Agora me digam após este meu breve resumo da primeira parte… isso não é absolutamente irreal?

A segunda metade ainda continua neste universo fantástico, mas se torna um pouco mais interessante. Não saberemos qual é a acusação contra Josef K. Posso estar estragando o livro para alguns, mas o fato é esse; não saberemos o motivo do processo ou quem o está processando.

Ele passa a se envolver mais em sua defesa e tenta entender o forma como a burocracia jurídica é encaminhada. Mas vai percebendo que qualquer esforço é inútil. Tudo é arbitrário e a corrupção parece ser determinante para definir quem vai ser inocentado ou não. O sentimento que nos preenche ao longo desta segunda parte é de uma enorme angústia, porque não há escapatória. Nada faz sentido; não existe justiça; o processo burocrático vai causando entrave atrás de entrave.

Ainda existem inúmeras sensações delirantes, como quando ele vai conversar sobre o seu processo com um pintor que tinha influência com os juízes. O pintor era muito pobre e morava em um quartinho minúsculo que também era seu ateliê. Na hora de ir embora, o pintor sugere que ele saia pela outra porta, que fica bloqueada pela cama. Quando ele passa pela porta, ele percebe que está no prédio da justiça, onde os processos ficam arquivados.
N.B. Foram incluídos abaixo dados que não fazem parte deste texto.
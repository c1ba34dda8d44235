// SPDX-License-Identifier: GPL-2.0-or-later
#include "model/basis_error.h"

#include <algorithm>
#include <array>
#include <cmath>

#include "model/component_maps.h"

namespace foreglow {
namespace {

constexpr double evaluations = 1e6;  // band sums in all

/// Removes the best-fitting monopole and dipole; [n] each.
class DipoleFit {
  public:
    explicit DipoleFit(std::vector<std::array<double, 4>> functions)
        : functions_(std::move(functions)), normal_(4, 4) {
        for (const auto& f : functions_)
            for (std::size_t i = 0; i < 4; ++i)
                for (std::size_t j = 0; j < 4; ++j)
                    normal_(i, j) += f[i] * f[j];
    }
    [[nodiscard]] double rms_without(const std::vector<double>& values) const {
        std::vector<double> right(4, 0.0);
        for (std::size_t p = 0; p < values.size(); ++p)
            for (std::size_t i = 0; i < 4; ++i)
                right[i] += functions_[p][i] * values[p];
        const auto fit = solve_least_squares(normal_, right);
        double sum = 0;
        for (std::size_t p = 0; p < values.size(); ++p) {
            double rest = values[p];
            for (std::size_t i = 0; i < 4; ++i)
                rest -= fit[i] * functions_[p][i];
            sum += rest * rest;
        }
        return std::sqrt(sum / static_cast<double>(std::max<std::size_t>(values.size(), 1)));
    }

  private:
    std::vector<std::array<double, 4>> functions_;
    Matrix normal_;
};

// The pixels of a sample that are defined: their law's numbers, what multiplies them, where they are.
struct Sampled {
    LawPoints points;
    std::vector<double> first, second;  // I and nothing, or Q and U
    std::vector<std::array<double, 4>> functions;
};

// error[p] and truth[p] of one channel for unit amplitude.
struct Compared {
    std::vector<double> error, truth;
};

Compared compare(const SkyLaw& law, const LawPoints& points, const Matrix& components, const Matrix& weights,
                 std::size_t channel, const BandSum& band) {
    const Matrix exact = exact_band_values(law, {band}, points.columns());
    Compared out;
    out.error.reserve(exact.rows);
    out.truth.reserve(exact.rows);
    for (std::size_t p = 0; p < exact.rows; ++p) {
        double sum = 0;
        for (std::size_t k = 0; k < components.columns; ++k)
            sum += weights(channel, k) * components(p, k);
        out.error.push_back(sum - exact(p, 0));
        out.truth.push_back(exact(p, 0));
    }
    return out;
}

double ratio(double error, double truth) {
    return truth > 0 ? error / truth : 0.0;
}

double rms_of_both(const std::vector<double>& a, const std::vector<double>& b,
                   const std::vector<double>& factor) {
    double sum = 0;
    for (std::size_t i = 0; i < a.size(); ++i)
        sum += (a[i] * a[i] + b[i] * b[i]) * factor[i] * factor[i];
    return std::sqrt(sum);
}

// What the fast form of a law leaves where it is a fit itself: under maps of field or energies that range
// far.
double law_error(const SkyLaw& law, const SpectralBasis& basis) {
    double worst = 0;
    if (std::holds_alternative<ElectronSkyLaw>(law))
        for (const BandSum& component : basis.components)
            worst = std::max(worst, BandFactor(law, component, component_tolerance).worst_error());
    return worst;
}

}  // namespace

BasisErrors measure_basis_errors(const SkyModel& sky, const std::vector<Channel>& channels,
                                 const SpectralBasis& intensity, const SpectralBasis* polarized) {
    BasisErrors errors;
    if (sky.nodes) {
        std::vector<BandSum> bands;
        bands.reserve(channels.size());
        for (const Channel& channel : channels)
            bands.push_back(channel.band);
        errors.relative = measure_node_errors(*sky.nodes, bands, polarized != nullptr).rms;
        return errors;
    }
    double of_law = sky.electrons ? law_error(intensity_law(sky), intensity) : 0;
    if (sky.electrons && polarized != nullptr)
        of_law = std::max(of_law, law_error(polarized_law(sky), *polarized));
    errors.relative.assign(channels.size(), of_law);
    if (intensity.is_exact && (polarized == nullptr || polarized->is_exact)) return errors;
    const auto pixels = std::clamp<std::int64_t>(
        static_cast<std::int64_t>(evaluations / static_cast<double>(channels.size())), 2048, 65536);
    const SkySample sample = make_sky_sample(sky, pixels, polarized != nullptr);
    const SkyStrip& values = sample.values;
    const LawColumns columns = values.intensity_columns();
    Sampled of_intensity;
    Sampled of_polarization;
    for (std::size_t p = 0; p < values.intensity.size(); ++p) {
        if (is_defined(values.intensity[p]) && columns.is_defined_at(p)) {
            of_intensity.points.add(columns, p);
            of_intensity.first.push_back(values.intensity[p]);
            const Vector3& n = sample.directions[p];
            of_intensity.functions.push_back({1.0, n[0], n[1], n[2]});
        }
        if (polarized == nullptr) continue;
        const LawColumns own = values.polarized_columns();
        if (!is_defined(values.q[p] + values.u[p]) || !own.is_defined_at(p)) continue;
        of_polarization.points.add(own, p);
        of_polarization.first.push_back(values.q[p]);
        of_polarization.second.push_back(values.u[p]);
    }
    const DipoleFit fit(std::move(of_intensity.functions));
    const SkyLaw law = intensity_law(sky);
    const Matrix components = exact_band_values(law, intensity.components, of_intensity.points.columns());
    for (std::size_t c = 0; c < channels.size(); ++c) {
        Compared i = compare(law, of_intensity.points, components, intensity.weights, c, channels[c].band);
        for (std::size_t p = 0; p < of_intensity.first.size(); ++p) {
            i.error[p] *= of_intensity.first[p];
            i.truth[p] *= of_intensity.first[p];
        }
        errors.relative[c] =
            std::max(errors.relative[c], ratio(fit.rms_without(i.error), fit.rms_without(i.truth)));
    }
    if (polarized == nullptr) return errors;
    const SkyLaw own_law = polarized_law(sky);
    const Matrix own_components =
        exact_band_values(own_law, polarized->components, of_polarization.points.columns());
    for (std::size_t c = 0; c < channels.size(); ++c) {
        const Compared p =
            compare(own_law, of_polarization.points, own_components, polarized->weights, c, channels[c].band);
        const auto rms = [&](const std::vector<double>& factor) {
            return rms_of_both(of_polarization.first, of_polarization.second, factor);
        };
        errors.relative[c] = std::max(errors.relative[c], ratio(rms(p.error), rms(p.truth)));
    }
    return errors;
}

}  // namespace foreglow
E, enquanto ele caminha e fala com as pessoas, em meio àquele ar opressivo, ele descobre que os funcionários moram e trabalham ali e já não sentem mais o vento fresco das ruas.

Confesso que o livro nos prende nessa teia desvairada. Mas não é um livro que me agrade muito.

O que eu realmente gostei foi da forma como ele nos coloca neste labirinto sem saída, frente a um problema insolúvel que poderia acometer cada um de nós.